In Summa Theologica II.II, Thomas Aquinas asserts the following correspondences between the seven Capital Virtues and the seven Gifts of the Holy Spirit:[11]

        The gift of wisdom corresponds to the virtue of charity.
        The gifts of understanding and knowledge correspond to the virtue of faith.
        The gift of counsel (right judgment) corresponds to the virtue of prudence.
        The gift of fortitude corresponds to the virtue of courage.
        The gift of fear of the Lord corresponds to the virtue of hope.
        The gift of Reverence corresponds to the virtue of justice.

To the virtue of temperance, no Gift is directly assigned; but the gift of fear can be taken as such, since fear drives somebody to restrict himself from forbidden pleasures.
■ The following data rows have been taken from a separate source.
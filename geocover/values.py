"""The small frozen value types that flow through a study.

``Demand`` and ``Sites`` hold coordinates in the working CRS (projected,
metres) as numpy arrays; ``Reach`` is the sparse demand x sites coverage
relation; ``Plan`` is what a model returns.  All of them check themselves in
``__post_init__`` and never touch a file.

>>> import numpy as np
>>> d = Demand(np.array([[0.0, 0.0], [10.0, 0.0]]), np.array([5.0, 7.0]), crs="EPSG:3857")
>>> d.total
12.0
"""

from __future__ import annotations

import enum
import math
from dataclasses import dataclass, field
from typing import Any, Mapping

import numpy as np
import scipy.sparse as sp

from .errors import InputError

__all__ = [
    "Demand",
    "Sites",
    "SiteRole",
    "ScreeningRecord",
    "Verdict",
    "Metric",
    "ServiceRule",
    "Reach",
    "Plan",
    "SolveStatus",
]


def _as_xy(xy: Any, what: str) -> np.ndarray:
    arr = np.ascontiguousarray(np.asarray(xy, dtype=np.float64))
    if arr.ndim != 2 or arr.shape[1] != 2:
        raise InputError(f"{what}: coordinates must have shape (n, 2), got {arr.shape}")
    # a finite sum proves every value finite in one pass without a temporary; only otherwise look closer
    if arr.size and not math.isfinite(arr.sum()) and not np.isfinite(arr).all():
        bad = int(np.flatnonzero(~np.isfinite(arr).all(axis=1))[0])
        raise InputError(f"{what}: coordinate row {bad} is not finite ({arr[bad].tolist()}); drop or fix that feature")
    return arr


def _as_vector(values: Any, n: int, dtype: Any, what: str, default: Any, broadcast: bool = False) -> np.ndarray:
    if values is None:
        return np.full(n, default, dtype=dtype)
    if broadcast and np.ndim(values) == 0:  # one value for all as a read-only view: no memory per element
        return np.broadcast_to(np.asarray(values, dtype=dtype), (n,))
    arr = np.asarray(values, dtype=dtype)
    if arr.ndim == 0:  # one value for every element (np.ascontiguousarray would make it shape (1,))
        return np.full(n, arr.item(), dtype=dtype)
    arr = np.ascontiguousarray(arr)
    if arr.shape != (n,):
        raise InputError(f"{what}: expected {n} values, got shape {arr.shape}")
    return arr


def _freeze(arr: np.ndarray) -> np.ndarray:
    arr.setflags(write=False)
    return arr


# --------------------------------------------------------------------------- demand
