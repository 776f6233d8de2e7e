import type { z } from 'zod';
import type { assemblyBuildSchema } from '@shared/schemas/assemblies.schema';
import { type LifecycleAnswer, type LifecycleOptions, useLifecycleMutation } from './lifecycle-mutation';
import { submitOnce } from './submit-once';

export type BuildRequest = Omit<z.input<typeof assemblyBuildSchema>, 'idempotencyKey'>;

export interface BuildRequestVariables {
  input: BuildRequest;
  idempotencyKey: string;
}

/** Records a newly built assembly and gives it its tag code; it waits for a proof test before stock. */
export function buildAssembly({ input, idempotencyKey }: BuildRequestVariables): Promise<LifecycleAnswer> {
  return submitOnce<LifecycleAnswer>('/api/assemblies', input, idempotencyKey);
}

export function useBuildAssembly(options: LifecycleOptions<BuildRequestVariables> = {}) {
  return useLifecycleMutation(buildAssembly, options);
}
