import { queryOptions, useQuery } from '@tanstack/react-query';
import type { ListResponse } from '@shared/schemas/common.schema';
import type { EquipmentDto } from '@shared/schemas/register.schema';
import { api } from '@/lib/api-client';
import { lookupKeys } from './lookup-keys';

/** The equipment of one site, by asset number, for choosing where a hose is. */
export function getEquipmentList(siteId: string, signal?: AbortSignal): Promise<ListResponse<EquipmentDto>> {
  return api.get<ListResponse<EquipmentDto>>('/api/equipment', { siteId, sort: 'assetNumber', pageSize: 200 }, signal);
}

export const equipmentListQueryOptions = (siteId: string | undefined) =>
  queryOptions({
    queryKey: lookupKeys.equipment.list({ siteId }),
    queryFn: ({ signal }) => getEquipmentList(siteId!, signal),
    enabled: Boolean(siteId),
    staleTime: 5 * 60_000,
  });

export function useEquipmentList(siteId: string | undefined) {
  return useQuery(equipmentListQueryOptions(siteId));
}
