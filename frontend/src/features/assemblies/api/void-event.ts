import type { z } from 'zod';
import type { voidEventSchema } from '@shared/schemas/assemblies.schema';
import { type LifecycleAnswer, type LifecycleOptions, useLifecycleMutation } from './lifecycle-mutation';
import { submitOnce } from './submit-once';

export type VoidRequest = Omit<z.input<typeof voidEventSchema>, 'idempotencyKey'>;

export interface VoidRequestVariables {
  eventId: string;
  input: VoidRequest;
  idempotencyKey: string;
}

/** Voids a proof test, inspection or note with a reason. The event stays in the history, struck through. */
export function voidEvent({ eventId, input, idempotencyKey }: VoidRequestVariables): Promise<LifecycleAnswer> {
  return submitOnce<LifecycleAnswer>(`/api/events/${encodeURIComponent(eventId)}/void`, input, idempotencyKey);
}

export function useVoidEvent(options: LifecycleOptions<VoidRequestVariables> = {}) {
  return useLifecycleMutation(voidEvent, options);
}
According to the Catechism of the Catholic Church :

1302 It is evident from its celebration that the effect of the sacrament of Confirmation is the special outpouring of the Holy Spirit as once granted to the apostles on the day of Pentecost.
1303 From this fact, Confirmation brings an increase and deepening of baptismal grace:

- it roots us more deeply in the divine filiation which makes us cry, "Abba! Father!";117 [According to Canon law 604 --this is parallel to the consecration of the virgin to God ]
- it unites us more firmly to Christ; [ this is parallel to the mystical espousal of the virgin to Jesus Christ ].
- it increases the gifts of the Holy Spirit in us; [this is parallel to the dedication of the virgin to the service of the Church ].
- it renders our bond with the Church more perfect;118
- it gives us a special strength of the Holy Spirit to spread and defend the faith by word and action as true witnesses of Christ, to confess the name of Christ boldly, and never to be ashamed of the Cross:119

Recall then that you have received the spiritual seal, the spirit of wisdom and understanding, the spirit of right judgment and courage, the spirit of knowledge and reverence, the spirit of holy fear in God's presence. Guard what you have received. God the Father has marked you with his sign; Christ the Lord has confirmed you and has placed his pledge, the Spirit, in your hearts.120


The parallels between the Sacraments of initiation, especially the Sacrament of Confirmation and the Consecration of virgins which is a Constitutive Sacramental, indicate that the vocation is  rooted in the sacraments of Initiation and deepens Sacramental grace. Thus the consecrated virgin becomes an eschatological  image of the Church’s Love for Christ, inspiring and animating the vocation to holiness, of every baptized person in the Church.